Thanks for the good review. If you are going to respond to questions, could you comment on how high this base raises the tool?


----------



## Twigger

It rolls very easily under load. Raising and lowering is a snap with the foot pedals. The maneuverability is as you'd expect with 2 fixed and 2 caster rollers: You have to plan your move like with parallel parking. But it's easy; I have a very confined workshop and it's nimble enough within the tight quarters. You will want to plan on which side to put the fixed rollers. For example, I put mine on the side opposite from where the rails for the table saw fence extend beyond the table top. That way, it can move forward along a narrower path, and the rails can be used to steer it.

It raises the tool 1-2 inches, depending on what height you've set the leveling device feet. My worshop is in an old garage where the floor is cracked and heaved up quite a bit in places. At times, the leveling feet will catch on the heaved up crack. Put all you then have to do is step down on the caster pedal at that point to momentarily raise it a bit more to get over the hump.

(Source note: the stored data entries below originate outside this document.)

export interface SizingRequest {
  method: Method;
  units: UnitSystemId;
  /** An electrode, or 'match' for the matching classification of the strongest part. */
  electrode: ElectrodeSpec | 'match';
  /** Required strength of the whole joint (factored for LRFD, service for ASD). */
  demand: number;
  /** Angle between the load and the sized lines, degrees (0 longitudinal, 90 transverse). */
  angle: number;
  /** Number of identical sized lines. */
  lines: number;
  /** Available length of each sized line: the weld must be this long, or at most this long. */
  length: { mode: 'fixed' | 'max'; value: number };
  /** Transverse lines of given length, welded with the same size (a mixed group, Eq. J2-6). */
  transverse: { lines: number; length: number } | null;
  /** The sized lines are longitudinal welds at the end of an axially loaded member. */
  endLoaded: boolean;
  parts: FilletPart[];
  directionalIncrease: boolean;
  preferences?: SizingPreferences;
}

export type Layout = 'continuous' | 'intermittent';

export interface SizedWeld {
  /** 1 for the recommendation, 2... for the alternatives in order; 0 for a weld that does not comply. */
  rank: number;
  size: number;
  /** Length of one line (continuous) or of one segment (intermittent), as /v1/fillet/check takes it. */
  length: number;
  layout: Layout;
  /** Segments per line (1 when continuous). */
  segments: number;
  /** Centre-to-centre spacing of segments; null when continuous. */
  pitch: number | null;
  /** Length of line the weld occupies, from the start of the first segment to the end of the last. */
  span: number;
  lines: number;
  /** Deposited length of all lines, transverse ones included. */
  totalLength: number;
  /** Weld metal volume, legs²/2 × totalLength. */
  volume: number;
  passes: number;
  utilization: number;
  governing: CheckCode;
  governingPart: number | null;
}

/** A weld line as POST /v1/fillet/check takes it. */
export interface CheckWeld {
  size: number;
  length: number;
  angle: number;
  count: number;
  endLoaded: boolean;
  intermittent?: { segments: number; pitch: number };
}

export interface RecommendedWeld extends SizedWeld {
  electrode: { name: string | null; fexx: number; chosen: boolean };
  /** The recommended weld lines, ready for POST /v1/fillet/check. */
  welds: CheckWeld[];
}

export type BlockingCode = 'SIZING_SIZE_LIMITS_CROSS' | 'SIZING_BASE_METAL_TOO_THIN' | 'SIZING_LENGTH_UNAVAILABLE' | 'SIZING_NO_COMPLIANT_WELD';
export type UnblockChange = 'thicker-part' | 'longer-weld' | 'stronger-electrode' | 'larger-size' | 'size-step';

export interface Unblock {
  change: UnblockChange;
  message: string;
  /** The part to change (thicker-part). */
  part: number | null;
  /** The new value: thickness, length per line, FEXX, largest size or size step. */
  value: number;
  /** The electrode to use (stronger-electrode). */
  electrode: string | null;
  /** The weld the search recommends with this change alone; null when another block remains. */
  result: { size: number; length: number; layout: Layout; segments: number; pitch: number | null } | null;
}

export interface Blocking {
  code: BlockingCode;
  message: string;
  unblock: Unblock[];
}

export type SizeMaxBy = 'maxSize' | 'edge' | 'singlePass';

export interface SearchValues {
  /** Minimum size for the thinner part (Table J2.4). */
  sizeMinRule: number;
  /** Largest size allowed, and what set it. */
  sizeMaxRule: number;
  sizeMaxBy: SizeMaxBy;
  sizeStep: number;
  /** Number of sizes searched. */
  sizeCount: number;
  lengthStep: number;
  lengthMode: 'fixed' | 'max';
  /** The available length of each sized line. */
  span: number;
  intermittent: boolean;
  /** Candidates in the grid. */
  gridSize: number;
  /** Candidates checked (the rest were pruned as provably not better). */
  evaluated: number;
}

export interface SizingValues {
  recommended: RecommendedWeld | null;
  alternatives: SizedWeld[];
  /** When nothing complies: the strongest weld searched, whose checks the answer shows. */
  closest: SizedWeld | null;
  blocking: Blocking | null;
  search: SearchValues;
  /** The fillet check's own values for the weld shown. */
  check: FilletValues;
}

// ---------------------------------------------------------------- preparation

interface Candidate {
  size: number;
  layout: Layout;
  length: number;
  segments: number;
  pitch: number | null;
}

interface Evaluated extends Candidate {
  result: EngineResult<FilletValues>;
  pass: boolean;
  volume: number;
  passes: number;
  span: number;
  totalLength: number;
}

interface Ctx {
  req: SizingRequest;
  sys: UnitSystemId;
  electrode: { spec: ElectrodeSpec; name: string | null; fexx: number; chosen: boolean };
  span: number;
  sizeStep: number;
  lengthStep: number;
  lo: number;
  hi: number;
  hiBy: SizeMaxBy;
  sizes: number[];
  lengths: number[];
  intermittent: boolean;
  minSegment: number;
  gridSize: number;
  evaluated: number;
  alternatives: number;
}

const EPS = 1e-9;

function positive(x: number, what: string, pointer: string): void {
  if (!(Number.isFinite(x) && x > 0)) throw new EngineError('GEOMETRY_MEANINGLESS', `${what} must be a positive number (got ${x}).`, pointer);
}

/**
 * Estimated passes of a fillet of size w: one up to the largest single-pass size (5/16 in, 8 mm),
 * above it the deposit area w²/2 over the area of that single-pass fillet, rounded up (common
 * practice, no source: an estimate for ranking, not a welding procedure).
 */
export function estimatedPasses(w: number, system: UnitSystemId): number {
  const single = DETAILING[system].singlePassMax;
  if (w <= single * (1 + EPS)) return 1;
  return Math.ceil((w / single) ** 2 - EPS);
}

/** Weakest catalogue electrode of the unit system that is not under-matched for the strongest part. */
export function matchingElectrode(fuParts: readonly number[], system: UnitSystemId): { name: string; fexx: number } {
  const list = ELECTRODES.filter((e) => e.native === system).sort((a, b) => a.fexx - b.fexx);
  const pick = list.find((e) => electrodeMatch(e.fexx, fuParts, system) !== 'under') ?? list[list.length - 1]!;
  return { name: pick.name, fexx: pick.fexx };
}

function prepare(req: SizingRequest): Ctx {
  const sys = req.units;
  const det = DETAILING[sys];
  const prefs = req.preferences ?? {};
  positive(req.demand, 'load.force', '/load/force');
  positive(req.length.value, 'The available length', `/length/${req.length.mode}`);
  if (!(Number.isInteger(req.lines) && req.lines >= 1)) throw new EngineError('GEOMETRY_MEANINGLESS', `lines must be a whole number of at least 1 (got ${req.lines}).`, '/lines');
  if (req.parts.length === 0) throw new EngineError('GEOMETRY_MEANINGLESS', 'At least one connected part is needed.', '/parts');
  req.parts.forEach((p, i) => positive(p.thickness, `parts[${i}].thickness`, `/parts/${i}/thickness`));
  const sizeStep = prefs.sizeStep ?? det.sizeStep;
  const lengthStep = prefs.lengthStep ?? SIZING_DEFAULTS.lengthStep[sys];
  positive(sizeStep, 'preferences.sizeStep', '/preferences/sizeStep');
  positive(lengthStep, 'preferences.lengthStep', '/preferences/lengthStep');

  // Materials: resolved here for the electrode match (checkFillet resolves them again per candidate).
  const fus = req.parts.map((p, i) => resolveSteel(p.steel, p.thickness, sys, `/parts/${i}/steel`).fu);
  let electrode: Ctx['electrode'];
  if (req.electrode === 'match') {
    const m = matchingElectrode(fus, sys);
    electrode = { spec: m.name, name: m.name, fexx: m.fexx, chosen: true };
  } else {
    const e = resolveElectrode(req.electrode, sys, '/electrode');
    electrode = { spec: req.electrode, name: e.name, fexx: e.fexx, chosen: false };
  }

  // Size range: Table J2.4 minimum up to the tightest of the upper bounds.
  const tThin = Math.min(...req.parts.map((p) => p.thickness));
  const lo = wMin(tThin, sys);
  const bounds: Array<{ value: number; by: SizeMaxBy }> = [{ value: prefs.maxSize ?? SIZING_DEFAULTS.maxSize[sys], by: 'maxSize' }];
  req.parts.forEach((p) => {
    if (p.edge) bounds.push({ value: wMaxEdge(p.thickness, sys), by: 'edge' });
  });
  if (prefs.singlePass) bounds.push({ value: det.singlePassMax, by: 'singlePass' });
  const tightest = bounds.reduce((a, b) => (b.value < a.value ? b : a));
  const hi = tightest.value;

  const kLo = Math.ceil(lo / sizeStep - EPS);
  const kHi = Math.floor(hi / sizeStep + EPS);
  const sizeCount = Math.max(0, kHi - kLo + 1);
  const tooLarge = (what: string, pointer: string): EngineError =>
    new EngineError('SIZING_SEARCH_TOO_LARGE', `The search would check more than ${MAX_CANDIDATES} candidates (${what}); narrow it.`, pointer);
  if (sizeCount > MAX_CANDIDATES) throw tooLarge(`${sizeCount} sizes`, prefs.sizeStep !== undefined ? '/preferences/sizeStep' : '/preferences/maxSize');
  const sizes = Array.from({ length: sizeCount }, (_, i) => (kLo + i) * sizeStep);

  const span = req.length.value;
  let lengths: number[];
  if (req.length.mode === 'fixed') {
    lengths = [span];
  } else {
    const kMax = Math.floor(span / lengthStep + EPS);
    if (kMax * Math.max(1, sizeCount) > MAX_CANDIDATES) throw tooLarge(`${kMax} lengths for each of ${sizeCount} sizes`, '/preferences/lengthStep');
    lengths = Array.from({ length: kMax }, (_, i) => (i + 1) * lengthStep);
    const last = lengths[lengths.length - 1];
    if (last === undefined || Math.abs(last - span) > EPS * span) lengths.push(span);
  }

  const intermittent = prefs.intermittent ?? false;
  const minSegment = prefs.minSegment ?? 0;
  let gridSize = sizeCount * lengths.length;
  if (intermittent) {
    for (const w of sizes) {
      for (const s of segmentLengths(w, sys, minSegment, span, lengthStep)) {
        gridSize += maxSegments(span, s, lengthStep) - 1;
        if (gridSize > MAX_CANDIDATES) throw tooLarge('intermittent layouts', '/preferences/lengthStep');
      }
    }
  }
  if (gridSize > MAX_CANDIDATES) throw tooLarge(`${gridSize} candidates`, '/preferences/lengthStep');

  return {
    req,
    sys,
    electrode,
    span,
    sizeStep,
    lengthStep,
    lo,
    hi,
    hiBy: tightest.by,
    sizes,
    lengths,
    intermittent,
    minSegment,
    gridSize,
    evaluated: 0,
    alternatives: prefs.alternatives ?? SIZING_DEFAULTS.alternatives,
  };
}

/** Segment lengths on the length step from the intermittent minimum, short enough for two segments with a gap. */
function* segmentLengths(w: number, sys: UnitSystemId, minSegment: number, span: number, step: number): Generator<number> {
  const sMin = Math.max(lMinIntermittent(w, sys), minSegment);
  const kFirst = Math.max(1, Math.ceil(sMin / step - EPS));
  // n = 2 needs a pitch of at least s + step: s + (s + step) <= span.
  const kLast = Math.floor((span - step) / 2 / step + EPS);
  for (let k = kFirst; k <= kLast; k++) yield k * step;
}

/** Most segments of length s that fit on the span with a pitch of at least s + step. */
function maxSegments(span: number, s: number, step: number): number {
  return Math.floor((span - s) / (s + step) + EPS) + 1;
}

/** Largest pitch on the step for n segments of length s over the span. */
function pitchFor(span: number, s: number, n: number, step: number): number {
  return Math.floor((span - s) / ((n - 1) * step) + EPS) * step;
}

// ---------------------------------------------------------------- evaluation

function filletRequest(ctx: Ctx, c: Candidate): FilletRequest {
  const r = ctx.req;
  const welds: FilletLine[] = [
    {
      legs: [c.size, c.size],
      length: c.length,
      angle: r.angle,
      count: r.lines,
      endLoaded: r.endLoaded,
      builtOut: false,
      intermittent: c.layout === 'intermittent' ? { segments: c.segments, pitch: c.pitch! } : null,
    },
  ];
  if (r.transverse) {
    welds.push({ legs: [c.size, c.size], length: r.transverse.length, angle: 90, count: r.transverse.lines, endLoaded: false, builtOut: false, intermittent: null });
  }
  return {
    method: r.method,
    units: r.units,
    electrode: ctx.electrode.spec,
    welds,
    parts: r.parts,
    demand: r.demand,
    directionalIncrease: r.directionalIncrease,
    lap: null,
    flatBarWidth: null,
  };
}

function evaluate(ctx: Ctx, c: Candidate): Evaluated {
  ctx.evaluated++;
  const result = checkFillet(filletRequest(ctx, c));
  const r = ctx.req;
  const perLine = c.layout === 'continuous' ? c.length : c.length * c.segments;
  const totalLength = perLine * r.lines + (r.transverse ? r.transverse.length * r.transverse.lines : 0);
  const span = c.layout === 'continuous' ? c.length : (c.segments - 1) * c.pitch! + c.length;
  return {
    ...c,
    result,
    pass: result.status === 'pass',
    volume: ((c.size * c.size) / 2) * totalLength,
    passes: estimatedPasses(c.size, ctx.sys),
    span,
    totalLength,
  };
}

I bought the one I have from Woodcraft.com last fall. In fact, the Jet ProShop table saw in the local Woodcraft store is on this mobile base. But they no longer carry it on Woodcraft.com. I don't know if they do in the store. If not, I'll order another from woodworker.com for the jointer I just bought.

Rich


----------



## HokieMojo

i have one and love it. my advice is to listen to the instructions though. i cut my plywood base a bit over sized (4-6 inches extra per side). The 350 pound jointer does cause the ply to sag a bit. This would NOT happen if I cut another few inches off. I'll do that when I get around to restoring the jointer itself.


----------



## JJohnston

I have one of these on a 14" bandsaw. You can kind of see it in this review. My advice is to keep a little grease on the cam surfaces between the lift pedals and the casters.


----------



## Jeremys

I have 3 of these and one of the other. They are great and assembly is way easier to customize than those with the L bracket type. One other thing, they go on sale pretty often for around $50 from the store with initials of WC. Not sure we're allowed to advertise. Great review and thanks!


----------



## thiel

Jeremy,

I used to buy these very mobile bases at that very store in Rochester NY  They ARE the best and I really like how customizable they are.

Highly recommended. Solid, easy to use, and you can make them fit just right. I have this base on all my machines (TS, Bandsaw, Jointer) and have found them great.


----------



## skywalker01

As far as I know they are made by steel city.


----------



## sawmike

Made overseas and marketed by several outlets under their own brand. Woodcraft sells it as "WoodRiver Universal Mobile Base Hardware Kit" #150783 for 60 bucks. My favorite is the Delta 50-345 which sells for about the same amount which I bought at Woodcraft. Uses a single footpedal which is much more stable than the dual pedals. Uses 2X2's instead of plywood so fits any footprint.


----------